OT-0005 OT Grafana Dashboard Taxonomy¶
| Field | Value |
|---|---|
| ID | OT-0005 |
| Date | 2026-05-02 |
| Status | Proposed |
| Deciders | Ben Peries |
| Migrated from | OT-0009 (2026-04-14) |
Context¶
The OT Grafana instance (on caneast-site1-node2:3002) hosts dashboards for OT telemetry,
alarms, and historian data. As the number of sensor nodes and metric streams grows, an
unstructured dashboard list becomes operationally difficult to navigate. A consistent
folder hierarchy and UID scheme is needed before the dashboard count exceeds ~10.
Decision¶
Folder Hierarchy (5 tiers)¶
| Folder | UID | Audience | Contents |
|---|---|---|---|
archon-platform |
archon-platform |
All | Platform home; links to OT and IT Grafana |
ot-operations |
ot-operations |
Operators | Live sensor status, active alarms |
ot-engineering |
ot-engineering |
Engineers | Calibration, debug, raw signal views |
ot-infrastructure |
ot-infrastructure |
Platform | Node health, MQTT broker, InfluxDB |
ot-historian |
ot-historian |
All | Long-term trends, seasonal comparisons |
archon-platform folder contains the org home dashboard (ot-home-archon) which is
the default landing page for the OT Grafana instance.
UID Pattern¶
Examples:
| UID | Dashboard |
|---|---|
ot-operations-snr01-sumppit |
Live sump-pit status (snr01) |
ot-historian-snr01-level-trend |
Annual level trend (snr01) |
ot-engineering-snr01-raw |
Raw signal debug (snr01) |
Panel Pattern — Event-Driven Data¶
OT metrics are sparse (state-change events, not fixed-interval polling). The correct Grafana panel pattern for event-driven data is:
// Combines: last known value before window + all events within window
union(
tables: [
from(bucket: "homelab") |> range(start: lastBefore) |> last(),
from(bucket: "homelab") |> range(start: windowStart, stop: windowEnd)
]
)
Use stepAfter interpolation for state-change metrics (flood, door_state) so the panel holds the last known value until the next event rather than interpolating.
Options Considered¶
Option A: Flat dashboard list (rejected)¶
No folder structure. Works below ~10 dashboards; breaks as node count grows. Navigation requires scrolling a flat list with no audience segmentation.

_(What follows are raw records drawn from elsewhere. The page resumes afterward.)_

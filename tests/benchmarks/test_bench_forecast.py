"""Forecast speed in process: a 7-day forecast for the 28-bed demo ward (target 100 ms),
1,000 current stays across a hospital (target 1 s), the joint weekly risk by simulation of
5,000 paths (target 2 s)."""

from __future__ import annotations

import dataclasses
from pathlib import Path

import numpy as np
import pandas as pd

from app.forecast.service import forecast_from_state, forecast_inputs, model_for
from app.state import load_state
from app.stats.occupancy_paths import simulate_paths
from app.store import db
from tests.benchmarks.conftest import best_of
from tests.conftest import UTC_ZONE
from tests.web.served import DEMO_NOW, trained_copy


def _report(label: str, seconds: float, target: float) -> None:
    print(f"\nBENCH {label}: {seconds * 1000:.1f} ms (target {target * 1000:.0f} ms) "
          f"{'ok' if seconds <= target else 'OVER TARGET'}")


def test_forecast_speed(demo_db: str, tmp_path: Path) -> None:
    url = trained_copy(demo_db, tmp_path, ("KV-SURG",))
    with db.session_scope(url) as session:
        record = model_for(session, "KV-SURG", DEMO_NOW)
        state = load_state(session, "KV-SURG", DEMO_NOW, UTC_ZONE, with_history=False)
    # A copy of the state per run: a state keeps its patients' curves (UnitState.memo).
    exact = best_of(5, lambda: forecast_from_state(dataclasses.replace(state), record, days=7,
                                                   paths=0))
    _report("7-day forecast, 28-bed unit, exact (no paths)", exact, 0.1)

    # A hospital's worth of current stays: the ward's patients copied under new ids.
    copies = int(np.ceil(1000 / max(len(state.current_stays()), 1)))
    current = state.stays.loc[state.present_mask(state.as_of)]
    stays = pd.concat([current.assign(stay_id=current["stay_id"] + f"-{i}") for i in range(copies)],
                      ignore_index=True).iloc[:1000]
    obs = state.observations
    observations = pd.concat([obs.assign(stay_id=obs["stay_id"] + f"-{i}") for i in range(copies)],
                             ignore_index=True)
    big = dataclasses.replace(state, stays=stays, observations=observations)
    assert len(big.current_stays()) == 1000
    hospital = best_of(3, lambda: forecast_from_state(dataclasses.replace(big), record, days=7,
                                                      paths=0))
    _report("7-day forecast, 1,000 current stays", hospital, 1.0)

    inputs = forecast_inputs(state, record, 7)
    weekly = best_of(3, lambda: simulate_paths(inputs.predictions.p_present, inputs.booked,
                                               inputs.streams, inputs.census_at, 5000,
                                               np.random.default_rng(1)))
    _report("joint weekly risk, 5,000 paths", weekly, 2.0)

Option B: Per-node folders (rejected)¶
One folder per sensor node (snr01/, snr02/). Cross-node comparison dashboards
have no natural home. Folder proliferation at O(nodes) rather than O(roles).
Option C: Role-based 5-tier hierarchy (selected)¶
Aligns with ISA-95 role separation (operators vs. engineers vs. platform admins).
Folder count is fixed at 5 regardless of node count. Cross-node dashboards (e.g.,
all-zone alarm summary) belong naturally in ot-operations.
Rationale¶
The 5-tier hierarchy mirrors enterprise SCADA display conventions without requiring formal ISA-101 compliance. Separating operator, engineering, and historian views prevents dashboard clutter in the primary operations view. The UID pattern makes dashboards addressable by code (Ansible, Terraform) without relying on numeric IDs that change on import/export cycles.
The event-driven panel pattern avoids the "gaps between points" problem that occurs when standard Grafana time-series panels assume fixed-interval data.
Consequences¶
- All new OT dashboards must be placed in one of the five folders.
- Dashboard UIDs must follow the
ot-{tier}-{node}-{purpose}pattern. - The
archon-platformfolder andot-home-archondashboard are the entry point; navigation links must be maintained when new dashboards are added. - State-change metrics must use stepAfter interpolation and the union+lastBefore query pattern to avoid misleading gaps in the time series.